Quote Originally Posted by Yanagi View Post
The context in TLJ--a child soldier who's coping with his fear by overcompensating and resolving to die in a futile gesture, precisely because his training as a child soldier tells him the sublimate himself through self-destruction--is very different from that in Rogue One. Also, Johnson is making a conscious statement that fetishizing heroic death over survival isn't inherently a good thing: war isn't about aesthetic gestures, and if you're consciously attempting to be Horatius on the bridge you're doing it wrong. It is right and good to struggle, fail, and survive to try again.
So, I don't think that's actually justified by talking about Rogue One. We have a "heroic sacrifice" in this very same film. Admiral Holden kills herself to blow up the big pursuing ship. Why is that sacrifice okay and others ain't?

But that's the point: fascists are pathetic and a joke and can still kill you. Hux and Kylo as sad manbabies with WMDs are perfectly good antagonists without any third act additions. Battering people into submission with violence and terror isn't actually four-dimensional chess or Ultimate Evil, and wasn't even when the Emperor was doing it.
Not really. Hux in particular is just not actually scary to the audience. He doesn't appear competent, and he lost his WMD in movie 1, so...all he has are disposable mooks that keep failing to accomplish anything. You can't carry the finale of a trilogy on just wave after wave of minions dying, that'd be exceedingly boring.

Pulling a big bad and a planet full of ships out of nowhere was kind of lame, but they did need some sort of danger.

Kylo is interesting, but at this point, he's far too personal with Rey. They have a thing to explore, but Kylo literally doesn't care about any of the others.

Whether The Force Awakens intended it or not, the First Order as presented on screen reads as a conscious in-universe attempt to replicate the Empire's core imagery by people who fetishize the Empire but fail to understand that the Empire had no meaning beyond the Emperor's whims. It's the second beat on "history always happen twice, first as a tragedy, then as a farce." There is a quality of parody to the First Order--they are poor photocopies of the Empire--and that's great storytelling. It's very real to life for present authoritarians to smear themselves in the ashes of past successful authoritarians in attempt to seem potent.
Eh. That feels the case with Kylo. He's embracing that motif hard, and it becomes a tragic tale for him, and it mostly works. Seeing him as the rage filled Vader wannabe? Yeah, I'm down with that.
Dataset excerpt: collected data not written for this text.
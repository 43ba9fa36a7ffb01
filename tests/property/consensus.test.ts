import fc from "fast-check";
import { describe, expect, it } from "vitest";
import { assign } from "@/lib/consensus/assignment";
import { cluster } from "@/lib/consensus/cluster";
import { ringArea, simplify } from "@/lib/consensus/contour";
import { heatMap } from "@/lib/consensus/heatMap";
import { mergeImage } from "@/lib/consensus/mergeImage";
import { prepareImage } from "@/lib/consensus/prepare";
import { estimateReliability, ReliabilityBatch } from "@/lib/consensus/reliability";
import { drawnIou, overlapOf, regionIou, spansOf } from "@/lib/consensus/spans";
import { CONSENSUS_METHODS, type ImageLabels, type LabelledInstance } from "@/lib/consensus/types";
import type { Point, Ring, Shape } from "@/lib/geometry/types";

const SIZE = 200;

/** A star-shaped ring of 5 to 9 corners inside the image. */
const ring = (): fc.Arbitrary<Ring> =>
  fc
    .record({
      x: fc.integer({ min: 50, max: 150 }),
      y: fc.integer({ min: 50, max: 150 }),
      radii: fc.array(fc.integer({ min: 8, max: 45 }), { minLength: 5, maxLength: 9 }),
    })
    .map(({ x, y, radii }) =>
      radii.map((radius, k): Point => {
        const angle = (2 * Math.PI * k) / radii.length + 0.1;
        return [x + radius * Math.cos(angle), y + radius * Math.sin(angle)];
      }),
    );

const shape = (): fc.Arbitrary<Shape> =>
  fc.oneof(
    { weight: 3, arbitrary: ring().map((one): Shape => ({ kind: "polygon", rings: [one] })) },
    {
      weight: 1,
      arbitrary: fc
        .tuple(
          fc.integer({ min: 0, max: 120 }),
          fc.integer({ min: 0, max: 120 }),
          fc.integer({ min: 5, max: 70 }),
          fc.integer({ min: 5, max: 70 }),
        )
        .map(([x, y, width, height]): Shape => ({ kind: "box", box: [x, y, width, height] })),
    },
  );

/** Two to five people who draw noisy versions of the same few shapes, and some of their own. */
const labels = (): fc.Arbitrary<ImageLabels> =>
  fc
    .record({
      objects: fc.array(fc.record({ shape: shape(), classId: fc.constantFrom("can", "cap") }), {
        minLength: 1,
        maxLength: 4,
      }),
      people: fc.array(
        fc.record({
          seen: fc.array(fc.boolean(), { minLength: 4, maxLength: 4 }),
          shift: fc.tuple(fc.integer({ min: -5, max: 5 }), fc.integer({ min: -5, max: 5 })),
          own: fc.option(shape(), { nil: undefined }),
        }),
        { minLength: 2, maxLength: 5 },
      ),
    })
    .map(({ objects, people }) => ({
      width: SIZE,
      height: SIZE,
      annotators: people.map(({ seen, shift, own }, a) => {
        const instances: LabelledInstance[] = objects
          .filter((_, k) => seen[k])
          .map(({ shape: drawn, classId }, k) => ({
            id: `i${k}`,
            classId,
            shape: moved(drawn, shift[0], shift[1]),
          }));
        if (own) instances.push({ id: "own", classId: "can", shape: own });
        return { annotatorId: `p${a}`, instances };
      }),
    }));

function mapped(drawn: Shape, point: (x: number, y: number) => Point): Shape {
  if (drawn.kind === "polygon")
    return { kind: "polygon", rings: drawn.rings.map((one) => one.map(([x, y]) => point(x, y))) };
  const [x, y, width, height] = drawn.box;
  const [ax, ay] = point(x, y);
  const [bx, by] = point(x + width, y + height);
  return { kind: "box", box: [Math.min(ax, bx), Math.min(ay, by), Math.abs(bx - ax), Math.abs(by - ay)] };
}

const moved = (drawn: Shape, dx: number, dy: number) => mapped(drawn, (x, y) => [x + dx, y + dy]);

const mappedLabels = (
  image: ImageLabels,
  point: (x: number, y: number) => Point,
  scale = 1,
): ImageLabels => ({
  width: image.width * scale,
  height: image.height * scale,
  annotators: image.annotators.map(({ annotatorId, instances }) => ({
    annotatorId,
    instances: instances.map((instance) => ({ ...instance, shape: mapped(instance.shape, point) })),
  })),
});

const pick = { numRuns: 40 };

describe("overlap on rows", () => {
  it("is symmetric, in 0..1, 1 for itself, and the parts never exceed the wholes", () => {
    fc.assert(
      fc.property(shape(), shape(), (a, b) => {
        const [x, y] = [spansOf(a), spansOf(b)];
        expect(regionIou(x, y)).toBeCloseTo(regionIou(y, x), 12);
        expect(drawnIou(x, y)).toBeGreaterThanOrEqual(0);
        expect(drawnIou(x, y)).toBeLessThanOrEqual(1 + 1e-12);
        expect(regionIou(x, spansOf(a))).toBeCloseTo(1, 12);
        const { commonPx2, aPx2, bPx2 } = overlapOf(x, y);
        expect(commonPx2).toBeLessThanOrEqual(Math.min(aPx2, bPx2) * (1 + 1e-9));
      }),
      pick,
    );
  });

  it("gives the shoelace area of a ring to within two per cent", () => {
    fc.assert(
      fc.property(ring(), (one) => {
        const exact = Math.abs(ringArea(one));
        const sampled = spansOf({ kind: "polygon", rings: [one] }).areaPx2;
        expect(Math.abs(sampled - exact)).toBeLessThan(0.02 * exact + 2);
      }),
      pick,
    );
  });
});

describe("merging", () => {
  it("does not depend on the order of annotators or of their instances", () => {
    fc.assert(
      fc.property(labels(), fc.integer({ min: 1, max: 1000 }), (image, seed) => {
        const order = <T>(list: readonly T[]): T[] =>
          seed % 2 ? [...list].reverse() : [...list.slice(1), ...list.slice(0, 1)];
        const shuffled: ImageLabels = {
          ...image,
          annotators: order(image.annotators).map((one) => ({ ...one, instances: order(one.instances) })),
        };
        for (const method of CONSENSUS_METHODS) {
          const [a, b] = [mergeImage(image, { method }), mergeImage(shuffled, { method })];
          expect(b).toEqual(a);
        }
      }),
      pick,
    );
  });

  it("accounts for every instance: a member of one agreed object, left out with a reason, or explained", () => {
    fc.assert(
      fc.property(labels(), (image) => {
        const { agreed, leftOut, scores } = mergeImage(image);
        const places = [
          ...agreed.flatMap(({ members }) =>
            members.map(({ annotatorId, instanceId }) => `${annotatorId}/${instanceId}`),
          ),
          ...leftOut.map(({ annotatorId, instanceId }) => `${annotatorId}/${instanceId}`),
        ].sort();
        const all = image.annotators
          .flatMap(({ annotatorId, instances }) => instances.map(({ id }) => `${annotatorId}/${id}`))
          .sort();
        expect(places).toEqual(all);
        for (const score of scores) {
          expect(score.quality).toBeGreaterThanOrEqual(0);
          expect(score.quality).toBeLessThanOrEqual(1);
          const drawn = image.annotators.find(({ annotatorId }) => annotatorId === score.annotatorId)
            ?.instances.length;
          expect(score.instances).toHaveLength(drawn ?? -1);
        }
        for (const { members, support, seen, spread, score } of agreed) {
          expect(new Set(members.map(({ annotatorId }) => annotatorId)).size).toBe(members.length);
          expect(support).toBeLessThanOrEqual(seen);
          expect(spread).toBeGreaterThanOrEqual(0);
          expect(spread).toBeLessThanOrEqual(1);
          expect(score).toBeGreaterThanOrEqual(0.5);
        }
      }),
      pick,
    );
  });

  it("mirrors and scales with the image", () => {
    fc.assert(
      fc.property(labels(), (image) => {
        const here = mergeImage(image).agreed;
        const mirrored = mergeImage(mappedLabels(image, (x, y) => [SIZE - x, y])).agreed;
        const doubled = mergeImage(mappedLabels(image, (x, y) => [2 * x, 2 * y], 2)).agreed;
        expect(mirrored.map(({ support }) => support)).toEqual(here.map(({ support }) => support));
        here.forEach(({ box }, k) => {
          const size = Math.max(box[2], box[3]);
          const [mx, my, width, height] = mirrored[k]?.box ?? [NaN, NaN, NaN, NaN];
          expect(Math.abs(SIZE - mx - width - box[0])).toBeLessThan(0.05 * size + 2);
          expect(Math.abs(my - box[1])).toBeLessThan(0.05 * size + 2);
          expect(Math.abs(height - box[3])).toBeLessThan(0.05 * size + 2);
          const twice = doubled.map(
            ({ box: other }) => Math.abs(other[0] / 2 - box[0]) + Math.abs(other[2] / 2 - box[2]),
          );
          expect(Math.min(...twice)).toBeLessThan(0.1 * size + 3);
        });
      }),
      pick,
    );
  });

  it("agrees exactly on what everybody drew alike", () => {
    fc.assert(
      fc.property(ring(), (one) => {
        const drawn: Shape = { kind: "polygon", rings: [one] };
        const annotators = ["a", "b", "c"].map((annotatorId) => ({
          annotatorId,
          instances: [{ id: "x", classId: "can", shape: drawn }],
        }));
        const { agreed } = mergeImage({ width: SIZE, height: SIZE, annotators });
        expect(agreed).toHaveLength(1);
        const fused = spansOf(agreed[0]?.shape ?? drawn);
        // Corners of a spiky ring are rounded off, no more.
        expect(regionIou(fused, spansOf(drawn))).toBeGreaterThan(0.85);
      }),
      pick,
    );
  });
});

describe("clusters", () => {
  it("put every instance in exactly one, never two of one annotator together, with every method", () => {
    fc.assert(
      fc.property(labels(), (image) => {
        const prepared = prepareImage(image);
        for (const method of CONSENSUS_METHODS) {
          const clusters = cluster(prepared, method, 0.3);
          expect(clusters.flat().sort((a, b) => a - b)).toEqual(prepared.items.map((_, k) => k));
          for (const members of clusters) {
            const people = members.map((item) => prepared.items[item]?.annotator);
            expect(new Set(people).size).toBe(people.length);
          }
        }
      }),
      pick,
    );
  });
});

describe("reliability", () => {
  it("updated submission by submission is the estimate from scratch", () => {
    fc.assert(
      fc.property(fc.array(labels(), { minLength: 2, maxLength: 5 }), (images) => {
        const batch = new ReliabilityBatch();
        images.forEach((image, k) => {
          for (let n = 1; n <= image.annotators.length; n++) {
            batch.put(String(k), { ...image, annotators: image.annotators.slice(0, n) });
          }
        });
        expect(batch.estimate()).toEqual(estimateReliability(images));
      }),
      { numRuns: 25 },
    );
  });

  it("holds probabilities: every row of a confusion sums to 1 and every rate is in 0..1", () => {
    fc.assert(
      fc.property(fc.array(labels(), { minLength: 1, maxLength: 4 }), (images) => {
        const { annotators } = estimateReliability(images);
        for (const { confusion, detection, falseAlarm, quality, outlineWeight } of Object.values(
          annotators,
        )) {
          for (const row of confusion) expect(row.reduce((sum, p) => sum + p, 0)).toBeCloseTo(1, 6);
          for (const { value, low, high } of [detection, falseAlarm]) {
            expect(low).toBeGreaterThanOrEqual(0);
            expect(low).toBeLessThanOrEqual(value + 1e-9);
            expect(high).toBeGreaterThanOrEqual(value - 1e-9);
            expect(high).toBeLessThanOrEqual(1);
          }
          expect(quality).toBeLessThanOrEqual(1);
          expect(outlineWeight).toBeGreaterThan(0);
        }
      }),
      { numRuns: 30 },
    );
  });
});

it("a heat map is within 0..1 and cold where nobody or everybody drew", () => {
  fc.assert(
    fc.property(labels(), (image) => {
      const { values, width, height } = heatMap(image);
      expect(values).toHaveLength(width * height);
      expect(Math.min(...values)).toBeGreaterThanOrEqual(0);
      expect(Math.max(...values)).toBeLessThanOrEqual(1 + 1e-6);
      expect(values[0]).toBe(0);
    }),
    { numRuns: 20 },
  );
});

it("an assignment is a matching whose total no swap of two rows improves", () => {
  const matrix = fc.integer({ min: 1, max: 7 }).chain((n) =>
    fc.array(fc.array(fc.integer({ min: 0, max: 50 }), { minLength: n, maxLength: n }), {
      minLength: n,
      maxLength: n,
    }),
  );
  fc.assert(
    fc.property(matrix, (cost) => {
      const columns = [...assign(cost)];
      expect(new Set(columns).size).toBe(cost.length);
      const at = (row: number, column: number) => cost[row]?.[column] ?? NaN;
      columns.forEach((a, i) =>
        columns.forEach((b, j) => expect(at(i, a) + at(j, b)).toBeLessThanOrEqual(at(i, b) + at(j, a))),
      );
    }),
    pick,
  );
});

it("a thinned outline keeps the IoU that it promises", () => {
  fc.assert(
    fc.property(ring(), fc.double({ min: 0.001, max: 0.1, noNaN: true }), (one, loss) => {
      const area = Math.abs(ringArea(one));
      const thin = simplify([one], loss * area);
      const iou = regionIou(
        spansOf({ kind: "polygon", rings: thin }),
        spansOf({ kind: "polygon", rings: [one] }),
      );
      // Rows sample both alike, to within half a per cent.
      expect(iou).toBeGreaterThan(1 - loss - 0.02);
    }),
    pick,
  );
});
But the rest of it all seems rough. The First Order as a whole isn't anything but a discount Empire. Too much parody, and you end up trying to make Spaceballs. And we already have Spaceballs. You shouldn't try to make Spaceballs when you've been hired to make Star Wars.
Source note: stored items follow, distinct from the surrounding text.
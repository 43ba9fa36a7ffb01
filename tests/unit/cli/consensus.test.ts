import { spawn } from "node:child_process";
import { existsSync, mkdtempSync, readFileSync, rmSync, writeFileSync } from "node:fs";
import { tmpdir } from "node:os";
import path from "node:path";
import { afterAll, describe, expect, it } from "vitest";
import { z } from "zod";

const ROOT = path.resolve(import.meta.dirname, "../../..");
const TRUTH = path.join(ROOT, "tests/support/example/truth.coco.json");
const LABELS = path.join(ROOT, "tests/support/example/labels.coco.json");
const folder = mkdtempSync(path.join(tmpdir(), "cli-consensus-"));
afterAll(() => rmSync(folder, { recursive: true }));
const place = (name: string) => path.join(folder, name);

const Agreed = z.object({
  images: z.array(z.object({ file_name: z.string() })),
  categories: z.array(z.object({ id: z.number(), name: z.string() })),
  annotations: z.array(z.object({ support: z.number(), spread: z.number(), score: z.number() })),
});
const Report = z.object({
  overall: z.object({ images: z.number(), agreed: z.number() }),
  annotators: z.array(z.object({ annotator: z.string(), quality: z.number() })),
});

function consensus(...args: string[]): Promise<{ code: number | null; err: string }> {
  return new Promise((resolve, reject) => {
    const entry = path.join(ROOT, "lib/cli/consensus.ts");
    const child = spawn(process.execPath, ["--import", "tsx", entry, ...args], { cwd: ROOT });
    let err = "";
    child.stderr.on("data", (chunk: Buffer) => (err += chunk.toString()));
    child.on("error", reject);
    child.on("close", (code) => resolve({ code, err }));
  });
}

describe.concurrent("consensus on files", () => {
  it("merges the example's two files into one, with support, spread and score, and a report of people", async () => {
    const files = [
      "--in",
      TRUTH,
      "--in",
      LABELS,
      "--out",
      place("agreed.json"),
      "--report",
      place("report.json"),
    ];
    expect(await consensus(...files)).toMatchObject({ code: 0 });
    const agreed = Agreed.parse(JSON.parse(readFileSync(place("agreed.json"), "utf8")));
    expect(agreed.images).toHaveLength(3);
    expect(agreed.annotations.length).toBeGreaterThanOrEqual(4); // the four objects that both drew
    expect(agreed.annotations.filter(({ support }) => support === 2).length).toBeGreaterThanOrEqual(4);
    expect(
      agreed.annotations.every(({ spread, score }) => spread >= 0 && spread < 1 && score > 0.5 && score <= 1),
    ).toBe(true);
    const report = Report.parse(JSON.parse(readFileSync(place("report.json"), "utf8")));
    expect(report.annotators.map(({ annotator }) => annotator).sort()).toEqual(["labels.coco", "truth.coco"]);
    expect(report.overall).toEqual({ images: 3, agreed: agreed.annotations.length });
  }, 60_000);

  it("gives the same bytes whatever the order of the files", async () => {
    const runs = [
      ["--in", TRUTH, "--in", LABELS, "--out", place("one.json")],
      ["--in", LABELS, "--in", TRUTH, "--out", place("two.json")],
    ];
    for (const args of runs) expect(await consensus(...args)).toMatchObject({ code: 0 });
    expect(readFileSync(place("one.json"), "utf8")).toBe(readFileSync(place("two.json"), "utf8"));
  }, 60_000);

  it("refuses a broken file in one line that names it, and writes nothing", async () => {
    writeFileSync(place("broken.json"), '{"images": [');
    const { code, err } = await consensus(
      "--in",
      TRUTH,
      "--in",
      place("broken.json"),
      "--out",
      place("no.json"),
    );
    expect(code).toBe(2);
    expect(err.trim().split("\n")).toHaveLength(1);
    expect(err).toContain("broken.json");
    expect(existsSync(place("no.json"))).toBe(false);
  }, 60_000);
});
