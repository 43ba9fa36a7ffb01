import { spawn } from "node:child_process";
import { existsSync, mkdtempSync, readdirSync, readFileSync, rmSync, writeFileSync } from "node:fs";
import { tmpdir } from "node:os";
import path from "node:path";
import { afterAll, describe, expect, it } from "vitest";

const ROOT = path.resolve(import.meta.dirname, "../../..");
const TRUTH = path.join(ROOT, "tests/support/example/truth.coco.json");
const LABELS = path.join(ROOT, "tests/support/example/labels.coco.json");
const folder = mkdtempSync(path.join(tmpdir(), "cli-"));
afterAll(() => rmSync(folder, { recursive: true }));
const place = (name: string) => path.join(folder, name);

type Run = { code: number | null; out: string; err: string };

function run(command: "measure" | "convert", ...args: string[]): Promise<Run> {
  return new Promise((resolve, reject) => {
    const child = spawn(
      process.execPath,
      ["--import", "tsx", path.join(ROOT, `lib/cli/${command}.ts`), ...args],
      { cwd: ROOT },
    );
    let [out, err] = ["", ""];
    child.stdout.on("data", (chunk: Buffer) => (out += chunk.toString()));
    child.stderr.on("data", (chunk: Buffer) => (err += chunk.toString()));
    child.on("error", reject);
    child.on("close", (code) => resolve({ code, out, err }));
  });
}

describe.concurrent("measure", () => {
  it("prints the report of the example as JSON", async () => {
    const { code, out, err } = await run("measure", "--truth", TRUTH, "--labels", LABELS);
    expect([code, err]).toEqual([0, ""]);
    const report = JSON.parse(out) as {
      overall: Record<string, unknown>;
      ap: Record<string, Record<string, unknown>>;
    };
    // Four objects that count (the crowd does not), all found; one of five labels is false.
    expect(report.overall).toMatchObject({ objects: 4, labels: 5, at50: { precision: 0.8, recall: 1 } });
    expect(report.ap.box?.ap).toBeGreaterThan(0.7);
    expect(report).toMatchObject({ images: 3, imagesWithoutLabels: 0, imagesLeftOut: 0 });
  });

  it("finds a file equal to itself perfect, and writes the report where it is told", async () => {
    const { code, out } = await run(
      "measure",
      "--truth",
      TRUTH,
      "--labels",
      TRUTH,
      "--out",
      place("report.json"),
    );
    expect([code, out]).toEqual([0, ""]);
    expect(JSON.parse(readFileSync(place("report.json"), "utf8"))).toMatchObject({
      overall: { pq: 1, meanIou: 1 },
    });
  });

  it("judges a bare list of results", async () => {
    const results = [{ image_id: 1, category_id: 1, bbox: [4.5, 5.25, 17.5, 26.25], score: 0.9 }];
    writeFileSync(place("results.json"), JSON.stringify(results));
    const { code, out } = await run("measure", "--truth", TRUTH, "--labels", place("results.json"));
    expect(code).toBe(0);
    expect(JSON.parse(out)).toMatchObject({ overall: { labels: 1 } });
  });

  it.each<[string, string, RegExp]>([
    ["a file that is not there", "absent.json", /^measure: \S*absent\.json: no such file or folder\n$/],
    [
      "a file that is not JSON",
      "broken.json",
      /^measure: \S*broken\.json: annotations\[0\]: the file ends inside this record\n$/,
    ],
    [
      "a wrong record",
      "record.json",
      /^measure: \S*record\.json: annotations\[1\]: bbox has 3 numbers, not 4\n$/,
    ],
    [
      "an unknown class",
      "class.json",
      /^measure: \S*class\.json: annotations\[0\]: category_id 9 is not listed in categories\n$/,
    ],
    [
      "another size of image",
      "size.json",
      /^measure: \S*size\.json: image wrack-line\/0001\.jpg: is 10 x 10 px here and 64 x 48 px in the truth\n$/,
    ],
  ])("refuses %s with one line and code 2", async (_, name, message) => {
    const head =
      '{"images":[{"id":1,"file_name":"wrack-line/0001.jpg","width":64,"height":48}],"categories":[{"id":1,"name":"cap"}],"annotations":[';
    const box = '{"image_id":1,"category_id":1,"bbox":[1,1,2,2]}';
    const contents: Record<string, string> = {
      "broken.json": `${head}{"image_id":1,`,
      "record.json": `${head}${box},{"image_id":1,"category_id":1,"bbox":[1,1,2]}]}`,
      "class.json": `${head}{"image_id":1,"category_id":9,"bbox":[1,1,2,2]}]}`,
      "size.json": `${head}${box}]}`.replace('"width":64,"height":48', '"width":10,"height":10'),
    };
    const content = contents[name];
    if (content !== undefined) writeFileSync(place(name), content);
    const { code, out, err } = await run("measure", "--truth", TRUTH, "--labels", place(name));
    expect(err).toMatch(message);
    expect([code, out]).toEqual([2, ""]);
  });

  it("explains itself, and names a missing or unknown option", async () => {
    const [help, missing, unknown] = await Promise.all([
      run("measure", "--help"),
      run("measure", "--truth", TRUTH),
      run("measure", "--truth", TRUTH, "--label", LABELS),
    ]);
    expect(help.code).toBe(0);
    expect(help.out).toContain("--labels FILE");
    expect(missing).toMatchObject({
      code: 2,
      err: "measure: --labels is missing; --help shows how it is used\n",
    });
    expect(unknown.code).toBe(2);
    expect(unknown.err).toMatch(/^measure: Unknown option '--label'[^\n]*\n$/);
  });
});

describe("convert", () => {
  const convert = (from: string, to: string, input: string, output: string) =>
    run("convert", "--from", from, "--to", to, "--in", input, "--out", output);

  it.concurrent("brings COCO back unchanged through GeoJSON and Web Annotation", async () => {
    expect((await convert("coco", "coco", TRUTH, place("plain.json"))).code).toBe(0);
    for (const format of ["geojson", "webannotation"]) {
      expect((await convert("coco", format, TRUTH, place(format))).code).toBe(0);
      expect((await convert(format, "coco", place(format), place(`${format}.json`))).code).toBe(0);
      expect(readFileSync(place(`${format}.json`), "utf8")).toBe(readFileSync(place("plain.json"), "utf8"));
    }
  });

  it.concurrent("writes folders of VOC and masks, and a CSV summary", async () => {
    const runs = await Promise.all([
      convert("coco", "voc", TRUTH, place("voc")),
      convert("coco", "mask", TRUTH, place("mask")),
      convert("coco", "csv", TRUTH, place("all.csv")),
    ]);
    expect(runs.map(({ code }) => code)).toEqual([0, 0, 0]);
    expect(readdirSync(place("voc/wrack-line"))).toEqual(["0001.xml", "0002.xml", "0003.xml"]);
    expect(readdirSync(place("mask")).sort()).toEqual(["instances.json", "wrack-line"]);
    expect(readFileSync(place("all.csv"), "utf8").split("\r\n")).toHaveLength(7);
    const back = await Promise.all([
      convert("voc", "coco", place("voc"), place("from-voc.json")),
      convert("mask", "coco", place("mask"), place("from-mask.json")),
    ]);
    expect(back.map(({ code }) => code)).toEqual([0, 0]);
  });

  it.concurrent("leaves nothing behind when the input is bad, and what was there as it was", async () => {
    writeFileSync(place("kept.csv"), "before");
    writeFileSync(place("bad.json"), '{"images":[],"categories":[],"annotations":[{"image_id":1}]}');
    const { code, err } = await convert("coco", "csv", place("bad.json"), place("kept.csv"));
    expect(code).toBe(2);
    expect(err).toMatch(/^convert: \S*bad\.json: [^\n]+\n$/);
    expect(readFileSync(place("kept.csv"), "utf8")).toBe("before");
    const folderRun = await convert("coco", "mask", place("bad.json"), place("never"));
    expect([folderRun.code, existsSync(place("never"))]).toEqual([2, false]);
    // Other tests of this file write beside these at the same time, so only these names count.
    const left = readdirSync(folder).filter((name) => /^(kept|never).*partial/.test(name));
    expect(left).toEqual([]);
  });

  it.concurrent("refuses a folder with something in it, and a format that it does not know", async () => {
    const [full, unknown] = await Promise.all([
      convert("coco", "voc", TRUTH, folder),
      convert("coco", "pdf", TRUTH, place("x")),
    ]);
    expect(full).toMatchObject({ code: 2, err: expect.stringMatching(/is there already and not empty/) });
    expect(unknown).toMatchObject({
      code: 2,
      err: expect.stringMatching(/--to is "pdf", not one of coco, voc/),
    });
  });
});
Now, yeah, maybe if we'd followed Finn's story more closely, that could have been interesting. I'd love to see that whole Stormtrooper aspect. But, as it was, there's no meaningful reason to use the first order livery instead of sticking to Imperial aesthetics, which honestly get repurposed a lot anyways.

Was it that bad? I recall like five seconds of exposition on why the embargo was happening because of trade, then we get to a massacre of robots manufactured entirely from glass jaws and tissue paper. Phantom Menace is built on how the mundane grievance is inflated by Palpatine/Sideous because destabilization is more important than who wins or what the issue at stake is.
I believe there was also some trade/diplomacy covered in the second prequel movie, but I couldn't tell you what. The film's mostly only memorable for lines about sand and such. I'm not against a grand political space opera, and hopefully Dune lives up to that when it comes out, but I can see not wanting to get too close to prequel territory.

Quote Originally Posted by Peelee View Post
The problem is that Episode 7 also does essentially nothing to forward the trilogy as a whole and we could skip from 6 to 9 and miss pretty much nothing. The trilogy started off worthless, so it's hard to be upset that the second part simply continued to be worthless.
It at least introduces characters. Yeah, the story is basically a recycled retelling, so there's nothing novel there, but you at least know the new characters and where they stand in relation to each other. 8 and 9 need to at least build on that, and frankly, that shouldn't be all that big of an ask.

This doesn't make seven great as a film or anything, but if you wanted to salvage the prequels, you at least would want to make sure all those characters had something relevant to do.